Can I use Ruby for large scale NLP projects?

Yes, Ruby can be used for large scale NLP projects. Although Python is more popular for NLP due to its extensive libraries, Ruby has its own set of powerful libraries and gems for NLP. Ruby’s syntax is clean and easy to understand, which makes it a good choice for large scale projects. However, for very large datasets, you might need to consider performance issues and choose the language and tools accordingly.

How can I improve the accuracy of my NLP model in Ruby?

The accuracy of an NLP model depends on various factors such as the quality of the dataset, the choice of NLP techniques, and the tuning of the model parameters. In Ruby, you can use various preprocessing techniques such as tokenization, stemming, and lemmatization to improve the quality of your dataset. You can also experiment with different NLP techniques and tune the model parameters to improve the accuracy.

What are some good resources to learn NLP with Ruby?

There are several good resources to learn NLP with Ruby. The Ruby NLP GitHub repository is a good starting point. It provides a list of Ruby libraries for NLP and text processing. The ‘nlp-with-ruby’ GitHub repository provides examples of various NLP tasks using Ruby. There are also several online tutorials and courses that cover NLP with Ruby.

How does N-grams help in text prediction?

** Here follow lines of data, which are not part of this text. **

"""The table of steps: from settled blocks to named columns with units.

Parts that repeat (legs, chips in parallel) are given for ONE; their number stands in the summary.
"""

from __future__ import annotations

from collections.abc import Callable
from typing import TYPE_CHECKING, Any

import numpy as np

from tideleg.battery import CAUSE_WORDS, Battery
from tideleg.contract import CONDUCTION, DISCONTINUOUS, Chooser
from tideleg.march import Demand, Settled
from tideleg.ripple import battery_ripple
from tideleg.rolloff import LinkageCurve, effective_inductance_of, true_extremes
from tideleg.stage import Stage, StagePart

if TYPE_CHECKING:
    import pandas as pd

    from tideleg.waveform import FloatArray

Columns = dict[str, "FloatArray"]

PORT_CAPACITORS = ("battery_capacitor", "link_capacitor")
"""Their voltage is that of the port, which has a column of its own, unless several stand in series across it."""

DIRECTIONS = ("charge", "idle", "discharge")


def steps_frame(
    stage: Stage, battery: Battery, demand: Demand, blocks: list[Settled], candidate: int = 0
) -> pd.DataFrame:
    """Return one row a step for one candidate; no `soc` column where the state of charge is not modelled.

    Raises
    ------
    ValueError
        If a number is not finite: every column of the table must be.
    """
    import pandas as pd

    pieces = [_block_columns(stage, block, candidate, battery.ripple_inductance) for block in blocks]
    columns: dict[str, Any] = {
        "time_s": np.concatenate([[0.0], np.cumsum(demand.duration)[:-1]]),
        "duration_s": demand.duration,
        "power_requested_w": demand.power,
    }
    for name in pieces[0]:
        if name == "soc" and not battery.tracks_charge:
            continue
        columns[name] = np.concatenate([piece[name] for piece in pieces])
        if name == "battery_power_available_w" and not np.all(np.isfinite(columns[name])):
            del columns[name]  # no limit bounds it
            continue
        if not np.all(np.isfinite(columns[name])):
            raise ValueError(f"column {name} is not finite in step {int(np.argmin(np.isfinite(columns[name])))}")
    columns["curtailed_cause"] = _words(columns["curtailed_cause"], CAUSE_WORDS)
    columns["direction"] = _words(columns["direction"], DIRECTIONS)
    columns["conduction"] = _words(columns["conduction"], CONDUCTION)
    if stage.choices:
        columns[choice_name(stage)] = _words(columns.pop("choice"), stage.choices)
    return pd.DataFrame(columns, copy=False)


def choice_name(stage: Stage) -> str:
    """Return the name of the column that holds the topology's choice for each step."""
    assert isinstance(stage.topology, Chooser)
    return stage.topology.choice_name


def _words(codes: FloatArray, words: tuple[str, ...]) -> pd.Categorical[str]:
    import pandas as pd

    return pd.Categorical.from_codes(codes.astype(np.int64), pd.Index(list(words)))


def _block_columns(stage: Stage, block: Settled, candidate: int, battery_henry: float) -> Columns:
    """Return every column of one block after the demand's own, in order."""
    operation, battery = block.checked.operation, block.battery
    shape = block.losses.total.shape

    def one(values: Any) -> FloatArray:
        return np.asarray(np.broadcast_to(np.asarray(values, dtype=np.float64), shape)[candidate])

    link_current = block.power / block.point.link_voltage
    columns: Columns = {
        "power_w": one(block.power),
        "curtailed_w": one(block.curtailed),
        "curtailed_cause": one(battery.cause),
        "direction": one(1.0 + block.direction),
        "conduction": one(operation.conduction),
        "soc": one(battery.soc_end),
        "battery_voltage_v": one(battery.voltage),
        "battery_current_a": one(battery.current),
        "link_voltage_v": one(block.point.link_voltage),
        "link_current_a": one(link_current),
        "duty_ratio": one(operation.duty_ratio),
        "loss_w": one(block.losses.total),
        "battery_power_w": one(battery.power),
        "battery_power_available_w": np.where(one(block.direction) == 0.0, 0.0, one(battery.available)),
        "battery_heat_w": one((battery.source_voltage - battery.voltage) * battery.current),
        "switching_frequency_hz": one(operation.timing.frequency),
    }
    if stage.choices:
        columns["choice"] = one(block.point.choice)
    columns |= {name: one(values) for name, values in operation.columns.items()}
    for part in stage.parts:
        if part.slot.kind in _READERS:
            columns |= _READERS[part.slot.kind](part, block, one)
        columns |= _loss_and_temperature(stage, part, block, candidate, one)
        if part.slot.name == "battery_capacitor":
            columns |= _battery_ripple(part, battery_henry, block, one)
    return columns


def _battery_ripple(part: StagePart, henry: float, block: Settled, one: Callable[[Any], FloatArray]) -> Columns:
    """Return the ripple current that reaches the battery; nothing where the port capacitor has no capacitance given."""
    if part.base is None or part.base.capacitance is None:
        return {}
    exchange = block.checked.operation.exchanges["battery_capacitor"]
    rms, swing = battery_ripple(exchange, part.base.capacitance, block.battery.resistance, henry)
    return {"battery_ripple.current_rms_a": one(rms), "battery_ripple.current_a": one(swing)}


def _switch(part: StagePart, block: Settled, one: Callable[[Any], FloatArray]) -> Columns:
    name = part.slot.name
    position = block.checked.operation.positions[part.place]
    share = part.share
    current = position.current.forward() if part.forward_only else position.current
    return {
        f"{name}.current_rms_a": one(current.rms() * share),
        f"{name}.current_mean_a": one(current.mean() * share),
        f"{name}.current_peak_a": one(np.maximum(np.abs(current.peak()), np.abs(current.valley())) * share),
        f"{name}.turn_on_current_a": one(position.turn_on_current() * share),
        f"{name}.turn_off_current_a": one(position.turn_off_current() * share),
        f"{name}.blocked_voltage_v": one(position.blocks),
    }


def _diode(part: StagePart, block: Settled, one: Callable[[Any], FloatArray]) -> Columns:
    """Return what a diode of its own carries: the reverse current of its place, as a magnitude."""
    name = part.slot.name
    position = block.checked.operation.positions[part.place]
    current = position.current.reverse()
    return {
        f"{name}.current_rms_a": one(current.rms() * part.share),
        f"{name}.current_mean_a": one(-current.mean() * part.share),
        f"{name}.current_peak_a": one(np.maximum(-current.valley(), 0.0) * part.share),
        f"{name}.blocked_voltage_v": one(position.blocks),
    }


def _inductor(part: StagePart, block: Settled, one: Callable[[Any], FloatArray]) -> Columns:
    name = part.slot.name
    current = block.checked.operation.windings[name].current
    valley, peak = _extremes(part, block)
    return {
        f"{name}.current_mean_a": one(current.mean()),
        f"{name}.current_rms_a": one(current.rms()),
        f"{name}.current_ripple_a": one(current.peak_to_peak()),
        f"{name}.current_peak_a": one(peak),
        f"{name}.current_valley_a": one(valley),
    }


def _extremes(part: StagePart, block: Settled) -> tuple[FloatArray, FloatArray]:
    """Return valley and peak of a winding; where its inductance falls with current, those of the bent current."""
    operation = block.checked.operation
    current = operation.windings[part.slot.name].current
    valley, peak = current.valley(), current.peak()
    points = getattr(part.base, "inductance_curve", None)
    if points is None:
        return valley, peak
    curve = LinkageCurve.of(points)
    henry = effective_inductance_of(curve, valley, peak)
    lower, upper = true_extremes(curve, valley, peak, henry)
    rests = operation.conduction == DISCONTINUOUS  # it begins and ends at zero, and its peak is set by the charge
    return np.where(rests, valley, lower), np.where(rests, peak, upper)


def _capacitor(part: StagePart, block: Settled, one: Callable[[Any], FloatArray]) -> Columns:
    name = part.slot.name
    exchange = block.checked.operation.exchanges[name]
    others = 0.0 if part.base is None else part.base.external_mean_square()
    # Ripple of others on the port has no fixed phase to the stage's own: it adds in squares.
    columns = {f"{name}.current_rms_a": one(np.sqrt(exchange.current.ac_mean_square() + others))}
    if name not in PORT_CAPACITORS or part.slot.in_series > 1:
        columns[f"{name}.voltage_v"] = one(exchange.voltage)
    if part.base is not None and part.base.capacitance is not None:
        swing = exchange.current.charge_swing() / exchange.frequency
        columns[f"{name}.voltage_ripple_v"] = one(swing / part.base.capacitance)
    if part.base is not None and part.base.rated_voltage is not None:
        # The stage's own ripple counts by half its swing; where no capacitance is given it is not known, hence nil.
        highest = exchange.voltage + 0.5 * columns.get(f"{name}.voltage_ripple_v", 0.0)
        columns[f"{name}.voltage_share"] = one(highest / part.base.rated_voltage)
    return columns


_READERS: dict[str, Callable[[StagePart, Settled, Callable[[Any], FloatArray]], Columns]] = {
    "switch": _switch,
    "diode": _diode,
    "inductor": _inductor,
    "transformer": _inductor,
    "capacitor": _capacitor,
}


def _loss_and_temperature(
    stage: Stage, part: StagePart, block: Settled, candidate: int, one: Callable[[Any], FloatArray]
) -> Columns:
    """Return the loss of ONE part and, where modelled, its temperatures."""
    name = part.slot.name
    columns: Columns = {}
    if part.terms:
        loss = sum(block.losses.by_term[name, bound.term.mechanism] for bound in part.terms)
        columns[f"{name}.loss_w"] = one(loss / part.total)
    if name in stage.seated:
        index = stage.seated.index(name)
        columns[f"{name}.temperature_degc"] = block.end[index, candidate]
        columns[f"{name}.temperature_mean_degc"] = block.mean[index, candidate]
    return columns
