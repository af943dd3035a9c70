"""What a run found about wear: records for the outcome and its JSON. No physics here."""

from __future__ import annotations

from collections.abc import Mapping
from dataclasses import dataclass, field
from typing import NamedTuple

from tideleg.waveform import FloatArray
from tideleg.wear import Life


class SwingBand(NamedTuple):
    """Cycles whose swing lies in one band.

    least_k, greatest_k : of the swing, the upper end not included [K]
    per_year : cycles [1/year]; damage_share : of the part's whole damage, 0 where none of it comes from cycles [-]
    """

    least_k: float
    greatest_k: float
    per_year: float
    damage_share: float


@dataclass(frozen=True)
class HeatHistory:
    """Temperature stress of one sort of part over a year of all missions, for one part.

    part : slot name
    greatest_degc, mean_degc, greatest_swing_k : swing is that of the greatest cycle counted
    cycles_per_year : of any size [1/year]
    hours_per_year : in all missions together
    band_edges_degc, band_hours : hours a year by temperature
    swing_edges_k, swing_counts : cycles a year by swing; the last band has no upper end
    hot_above_degc, hot_hours : hours a year above it, the part's limit if the plan names none; None where it has
        neither
    """

    part: str
    greatest_degc: float
    mean_degc: float
    greatest_swing_k: float
    cycles_per_year: float
    hours_per_year: float
    band_edges_degc: tuple[float, ...]
    band_hours: tuple[float, ...]
    swing_edges_k: tuple[float, ...]
    swing_counts: tuple[float, ...]
    hot_above_degc: float | None
    hot_hours: float | None


class CycleTrace(NamedTuple):
    """Cycles of one part over a year, for the cycle matrix: arrays (N,)."""

    swing_k: FloatArray
    mean_degc: FloatArray
    per_year: FloatArray
    damage_per_year: FloatArray
    outside: FloatArray


class DamageTrace(NamedTuple):
    """Damage of one part along one pass: arrays (A,)."""

    time_s: FloatArray
    damage: FloatArray


@dataclass(frozen=True)
class PartWear:
    """What one life model says of one sort of part.

    part : slot name, or the name the plan gives to what wears beside the stage
    model, mechanism : whose answer it is
    heated : whether temperature wears it; False of what merely runs along
    copies : equal parts in the stage; the first of them to fail ends the stage's life
    damage_per_year : Miner sum of one part with its median life [1/year]
    damage_per_pass : by mission [-]
    life : years of one part; `first_life` of the first of all copies
    spread, load_spread : standard deviations of ln(life), part to part and stage to stage [-]
    life_at_target_years : years until the allowed share of stages has lost its first part
    target_years, target_failures : what the plan asks; target is None where it asks nothing
    margin_years : life_at_target less target; None without target
    outside_share : of the damage, from cycles or hours outside the data of the model [-]
    box : where those data lie, in words
    bands : cycles by swing; empty where the model reads no cycles
    """

    part: str
    model: str
    mechanism: str
    heated: bool
    copies: int
    damage_per_year: float
    damage_per_pass: Mapping[str, float]
    life: Life
    first_life: Life
    spread: float
    load_spread: float
    life_at_target_years: float
    target_years: float | None
    target_failures: float
    margin_years: float | None
    outside_share: float
    box: str
    bands: tuple[SwingBand, ...]
    cycles: CycleTrace | None = field(repr=False)
    along: Mapping[str, DamageTrace] = field(repr=False)


@dataclass(frozen=True)
class Consumer:
    """A stretch of a mission and what it takes of the life of one part.

    share : of the part's damage a year, over all missions [-]
    """

    part: str
    mechanism: str
    mission: str
    begin_s: float
    end_s: float
    damage_per_year: float
    share: float


@dataclass(frozen=True)
class Wear:
    """Wear of all parts, the one with the shortest life first.

    residue : rule for cycles that never close, in words
    heat : temperature stress by part
    parts : an entry for each life model of each part
    consumers : the stretches of the missions that take most, greatest damage first
    """

    residue: str
    heat: tuple[HeatHistory, ...]
    parts: tuple[PartWear, ...]
    consumers: tuple[Consumer, ...]

    @property
    def worst(self) -> PartWear | None:
        """The part whose life is the shortest, or None where no life model is given."""
        return self.parts[0] if self.parts else None

    @property
    def worst_heated(self) -> PartWear | None:
        """The same of the parts that temperature wears: what design, cooling and mission can change."""
        return next((part for part in self.parts if part.heated), None)


NO_WEAR = Wear("", (), (), ())
"""Of an outcome that was made without looking at wear."""
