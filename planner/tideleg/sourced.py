"""A profile made by a source: its keys validated, its table held against the contract, its inputs fingerprinted."""

from __future__ import annotations

import hashlib
from collections.abc import Mapping

import numpy as np
from pydantic import BaseModel

from tideleg.errors import PluginError
from tideleg.mission import SourcedProfile
from tideleg.plan import Plan, read_table
from tideleg.registry import Registry, call_plugin, installed
from tideleg.source import MadeProfile, ProfileSource

STEP_TOLERANCE = 1e-9
"""A step may end this share of the whole length before or after the next begins."""


def sourced_profile(plan: Plan, index: int, registry: Registry | None = None) -> SourcedProfile:
    """Return the profile of one mission that names a source.

    Raises
    ------
    PlanError
        If a key cannot be used, or names no file; file, line and key are named.
    PluginError
        If no such source is installed, or it raised, or what it made breaks its contract.
    """
    registry = registry or installed()
    mission = plan.mission[index]
    source = registry.profile_source(str(mission.source))
    settings = read_settings(plan, index, source)
    made = call_plugin(registry, source, lambda: source.make(settings, plan.folder))
    fault = fault_of(made)
    if fault:
        raise PluginError(f"{registry.owner(source)} made a profile that {fault}")
    files = {file.name: hashlib.sha256(file.read_bytes()).hexdigest() for file in made.files}
    return SourcedProfile(
        mission.label,
        None,
        _digest(made),
        mission.terminals,
        time_s=made.time_s,
        duration_s=made.duration_s,
        power_w=made.power_w,
        rules=(_echo(source, mission.source_settings, mission.terminals), *made.rules),
        files_sha256=files,
    )


def read_settings(plan: Plan, index: int, source: ProfileSource) -> BaseModel:
    """Return the keys of [mission.source_settings], validated by the source's own model.

    Raises
    ------
    PlanError
        If a key cannot be used, or names no file.
    """
    key, raw = f"mission.{index}.source_settings", plan.mission[index].source_settings
    settings = read_table(plan, key, raw, {source.name: source.settings})[source.name]
    for name in source.file_keys:
        given = getattr(settings, name, None)
        if given is not None and not (plan.folder / str(given)).is_file():
            raise plan.fault(f"{key}.{name}", f"found {str(given)!r}, which is no file; check the name")
    return settings


def fault_of(made: MadeProfile) -> str:
    """Return how a table breaks the contract, or nothing."""
    time, duration, power = (np.asarray(column) for column in made[:3])
    if not (time.ndim == 1 and time.shape == duration.shape == power.shape and len(time) > 0):
        return f"has columns of shapes {time.shape}, {duration.shape}, {power.shape}; give three equal ones, (S,)"
    if not all(np.all(np.isfinite(column)) for column in (time, duration, power)):
        return "holds a number that is not finite"
    if np.any(duration <= 0.0):
        return f"holds a step of {float(duration.min()):g} s; every step is longer than zero"
    ends = time + duration
    if time[0] != 0.0 or np.any(np.abs(ends[:-1] - time[1:]) > STEP_TOLERANCE * ends[-1]):
        return "has a gap or an overlap between its steps, or does not start at zero"
    return "" if made.rules else "says nothing about what was done: its rules are empty"


def _digest(made: MadeProfile) -> str:
    table = np.stack([made.time_s, made.duration_s, made.power_w]).astype("<f8")
    return hashlib.sha256(table.tobytes()).hexdigest()


def _echo(source: ProfileSource, given: Mapping[str, object], terminals: str) -> str:
    keys = ", ".join(f"{key} = {value}" for key, value in given.items()) or "its own defaults"
    return f"the profile is power at the {terminals} terminals, made by the source {source.name} with {keys}"


__all__ = ["fault_of", "read_settings", "sourced_profile"]
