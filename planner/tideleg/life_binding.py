"""Which life model reads which part of a stage: the tables [life.<part>] of a plan, bound and validated."""

from __future__ import annotations

from functools import partial
from typing import NamedTuple

import numpy as np

from tideleg.contract import Slot
from tideleg.plan import Plan, WornTable, read_table
from tideleg.registry import call_plugin
from tideleg.stage import Stage
from tideleg.stress import LifeModel, LifeTerm


class Worn(NamedTuple):
    """One life model bound to one sort of part: its name, how many the stage has, whose model, its term."""

    part: str
    kind: str
    copies: int
    model: LifeModel
    term: LifeTerm


def bind_life(plan: Plan, stage: Stage) -> tuple[Worn, ...]:
    """Return the life models of a plan, bound to the parts of its stage.

    Raises
    ------
    PlanError
        If a table names no part of the stage, a part of another kind, one without temperature, or its keys do not
        hold; file, line and key are named.
    PluginError
        If no life model of that name is installed.
    """
    tables = () if plan.life is None else plan.life.parts
    return tuple(worn for table in tables for worn in _bound(plan, stage, table))


def _bound(plan: Plan, stage: Stage, table: WornTable) -> list[Worn]:
    model = stage.registry.life(table.model)
    settings = read_table(plan, table.key, table.settings, {"life": model.settings})["life"]
    term = call_plugin(stage.registry, model, partial(model.term, settings))
    if model.reads == "stage":
        return [Worn(table.part, "stage", 1, model, term)]
    slots = [part for part in stage.parts if part.slot.table == table.part]
    if not slots:
        known = ", ".join(dict.fromkeys(p.slot.table for p in stage.parts if p.slot.kind not in ("busbar", "control")))
        raise plan.fault(table.key, f"found a life of {table.part!r}, which the stage does not have; it has {known}")
    _refuse_unfit(plan, stage, table, model, [part.slot for part in slots])
    return [Worn(part.slot.name, part.slot.kind, int(np.max(part.total)), model, term) for part in slots]


def _refuse_unfit(plan: Plan, stage: Stage, table: WornTable, model: LifeModel, slots: list[Slot]) -> None:
    for slot in slots:
        if slot.kind != model.reads:
            what = f"life model {table.model!r} is for a {model.reads}, and {table.part} is a {slot.kind}"
            raise plan.fault(f"{table.key}.model", f"{what}; choose another model")
        if slot.name not in stage.seated:
            what = f"the life of {table.part} needs its temperature, and it has no thermal path"
            raise plan.fault(table.key, f"{what}; give its thermal keys in [stage.{slot.table}], or drop this table")


def without_life(stage: Stage, worn: tuple[Worn, ...]) -> tuple[str, ...]:
    """Return one sentence for each sort of part that has no life model."""
    kinds = ("switch", "inductor", "capacitor")
    tables = {part.slot.table: part.slot.name for part in stage.parts if part.slot.kind in kinds}
    known = {one.part for one in worn}
    return tuple(
        f"life of {table.replace('_', ' ')}: no [life.{table}] given"
        for table, name in tables.items()
        if name not in known
    )
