"""Dew: whether the coldest surface lies below the dew point of the air around it.

Source: Magnus form over water with 17.62 and 243.12 degC, as in World Meteorological Organization, Guide to
Meteorological Instruments and Methods of Observation, WMO-No. 8 (from memory); -45 to 60 degC.
"""

from __future__ import annotations

import numpy as np

from tideleg.waveform import FloatArray, Values

FACTOR, OFFSET_DEGC = 17.62, 243.12
LOWEST_DEGC, HIGHEST_DEGC = -45.0, 60.0
"""Air temperatures for which the form holds [degC]."""


def dew_point(air_degc: Values, humidity: Values) -> FloatArray:
    """Return the dew point [degC] of air at a temperature [degC] and a relative humidity [-], above 0 to 1.

    Examples
    --------
    >>> round(float(dew_point(25.0, 0.60)), 1), round(float(dew_point(20.0, 1.0)), 6)
    (16.7, 20.0)
    """
    air = np.asarray(air_degc, dtype=np.float64)
    level = np.log(humidity) + FACTOR * air / (OFFSET_DEGC + air)
    return np.asarray(OFFSET_DEGC * level / (FACTOR - level))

N-grams help in text prediction by providing the context. In text prediction, the next word is predicted based on the previous ‘n’ words. N-grams provide a way to capture this context. For example, in a bigram model (where n=2), the next word is predicted based on the previous word. The prediction is done based on the probability of a word occurring after the previous word, which is calculated from the training data.

How can I use N-grams for text classification in Ruby?

In Ruby, you can use the ‘ngram’ gem to generate N-grams from the text. These N-grams can be used as features for text classification. The frequency of each N-gram in the text can be used as the feature value. You can then use any classification algorithm such as Naive Bayes, SVM, or logistic regression for the classification task.

What are the limitations of using N-grams in NLP?

While N-grams are a powerful tool in NLP, they have some limitations. They fail to capture long-range dependencies between words as they only consider ‘n’ previous words. They also suffer from the problem of data sparsity. As the value of ‘n’ increases, the number of possible N-grams increases exponentially, but the frequency of most of the N-grams in the training data will be very low. This leads to poor estimates of the probabilities of these N-grams.

Can I use N-grams for sentiment analysis in Ruby?

Yes, N-grams can be used for sentiment analysis in Ruby. The ‘ngram’ gem can be used to generate N-grams from the text. These N-grams can be used as features for sentiment analysis. The sentiment of a text can be determined based on the sentiment scores of the N-grams in the text.

How can I handle out-of-vocabulary words in N-grams?

Out-of-vocabulary words are words that are not present in the training data but appear in the test data. One way to handle out-of-vocabulary words in N-grams is to use a special token to represent all out-of-vocabulary words. Another way is to use smoothing techniques such as Laplace smoothing or Good-Turing smoothing, which assign a non-zero probability to out-of-vocabulary words.